Self-Reinforcing Memoization for Cryptography Calculations in Secure Memory Systems

Modern memory systems use encryption and message authentication codes to ensure confidentiality and integrity. Encryption and integrity verification rely on cryptography calculations, which are slow. To hide the latency of cryptography calculations, prior works exploit the fact that many cryptography steps only require a memory block’s write counter (i.e., a value that increases whenever the block is written to memory), but not the block itself. As such, memory controller (MC) caches counters so that MC can start calculating before missing blocks arrive from memory.Irregular workloads suffer from high counter miss rates, however, just like they suffer from high miss rates of page table entries.
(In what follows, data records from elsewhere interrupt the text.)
// TestForecastArguments checks the forecast special cases, with the
// LakeHuron regression of the reference fixtures.
func TestForecastArguments(t *testing.T) {
	f, huron := fixtureData(t, "lakehuron_ar2_trend")
	year := f.Floats(t, "spec.xreg.columns.year")
	fit := mustFit(t, Spec{P: 2, Regressors: []Regressor{{Name: "year", Values: year}}}, huron)
	if got, want := fit.String(), "ARIMA(2,0,0) + mean + regressors(year)"; got != want {
		t.Errorf("String() = %q, want %q", got, want)
	}
	future := []float64{1973, 1974, 1975}
	tests := []struct {
		name string
		call func() error
		want error
	}{
		{"plain Forecast with regressors", func() error { _, err := fit.Forecast(3); return err }, ErrNeedRegressors},
		{"no future columns", func() error { _, err := fit.ForecastWith(3, nil); return err }, ErrNeedRegressors},
		{"too many columns", func() error { _, err := fit.ForecastWith(3, [][]float64{future, future}); return err }, ErrNeedRegressors},
		{"column too short", func() error { _, err := fit.ForecastWith(4, [][]float64{future}); return err }, ErrNeedRegressors},
		{"NaN future value", func() error {
			_, err := fit.ForecastWith(3, [][]float64{{1973, math.NaN(), 1975}})
			return err
		}, ErrNeedRegressors},
		{"zero horizon", func() error { _, err := fit.ForecastWith(0, [][]float64{{}}); return err }, almanac.ErrHorizon},
		{"level 100", func() error { _, err := fit.ForecastWith(3, [][]float64{future}, 100); return err }, almanac.ErrLevel},
	}
	for _, tc := range tests {
		t.Run(tc.name, func(t *testing.T) {
			if err := tc.call(); !errors.Is(err, tc.want) {
				t.Fatalf("error %v, want one wrapping %v", err, tc.want)
			}
		})
	}
	fc, err := fit.ForecastWith(3, [][]float64{future}, 80, 95)
	if err != nil {
		t.Fatal(err)
	}
	if want := time.Date(1973, 1, 1, 0, 0, 0, 0, time.UTC); !fc.Start.Equal(want) {
		t.Errorf("forecast starts %v, want %v", fc.Start, want)
	}
	// 95% interval contains the 80% one (nesting of Normal quantiles).
	for h := range fc.Mean {
		if !(fc.Intervals[1].Lower[h] < fc.Intervals[0].Lower[h] && fc.Intervals[0].Upper[h] < fc.Intervals[1].Upper[h]) {
			t.Errorf("step %d: 95%% interval does not contain the 80%% one", h)
		}
	}
}

// TestDrift checks ARIMA(0,1,0) with drift on log air passengers against
// the closed form of the random walk with drift (common practice): the
// estimated drift is the mean of the differences, σ² their mean squared
// deviation, the h-step forecast y_n + h·drift with standard error σ√h.
func TestDrift(t *testing.T) {
	y := logAirPassengers(t)
	fit := mustFit(t, Spec{D: 1, Constant: ConstantInclude}, y)
	if got, want := fit.String(), "ARIMA(0,1,0) + drift"; got != want {
		t.Errorf("String() = %q, want %q", got, want)
	}
	v := y.Values
	n := len(v)
	mean := (v[n-1] - v[0]) / float64(n-1)
	ss := 0.0
	for i := 1; i < n; i++ {
		d := v[i] - v[i-1] - mean
		ss += d * d
	}
	s2 := ss / float64(n-1)
	c := coefMap(fit)
	numtest.Scalar(t, "drift", c["drift"].Value, mean, 1e-7, 0)
	numtest.Scalar(t, "sigma2", fit.Sigma2(), s2, 0, 1e-6)
	fc, err := fit.Forecast(12)
	if err != nil {
		t.Fatal(err)
	}
	for h := range fc.Mean {
		numtest.Scalar(t, "forecast", fc.Mean[h], v[n-1]+float64(h+1)*mean, 1e-6, 0)
		numtest.Scalar(t, "se", sdOf(fc)[h], math.Sqrt(s2*float64(h+1)), 0, 1e-5)
	}
}

// TestPartlyFixed fixes ma1 of the airline model at R's estimate
// (airpassengers_log_airline fixture, R stats::arima) and estimates sma1:
// it must land on R's sma1 within the fixture's coefficient tolerance.
func TestPartlyFixed(t *testing.T) {
	f, y := fixtureData(t, "airpassengers_log_airline")
	s := airline
	s.Fixed = map[string]float64{"ma1": f.Float(t, "expect.coef.ma1")}
	fit := mustFit(t, s, y)
	c := coefMap(fit)
	if !c["ma1"].Fixed || c["sma1"].Fixed || !math.IsNaN(c["ma1"].StdErr) {
		t.Errorf("fixed flags/SE wrong: %+v", fit.Coef())
	}
	if fit.NumParams() != 1 {
		t.Errorf("NumParams = %d, want 1", fit.NumParams())
	}
	a, r, _ := tol(t, f, "coef")
	numtest.Scalar(t, "sma1", c["sma1"].Value, f.Float(t, "expect.coef.sma1"), a, r)
}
Many prior works have looked at the problem of page table entry misses for irregular workloads, but not the problem of counter misses for the irregular workloads.This paper addresses the memory latency overheads that irregular workloads suffer due to their high counter miss rate. We observe many (e.g., unlimited number of) counters can have the same value. As such, we propose memoizing cryptography calculations for hot counter values. When a counter arrives from memory, MC can use the counter value to look up a memoization table to quickly obtain the counter’s memoized results instead of slowly recalculating them. To maximize memoization table hit rate, we observe whenever writing a block to memory, increasing its counter to any value higher than the current counter value can satisfy the security requirement of always using different counter values to encrypt the same block. As such, we also propose a memoization-aware counter update: when writing a block to memory, increase its counter to a value whose cryptography calculation is currently memoized. We refer to memoizing the calculation results of counters and the corresponding memoization-aware counter update collectively as Self-Reinforcing Memoization for Cryptography Calculations (RMCC). Our evaluations show that RMCC improves average performance by 6% compared to the state-of-the-art. On average across the lifetimes of different workloads, RMCC accelerates decryption and verification for 92% of counter misses.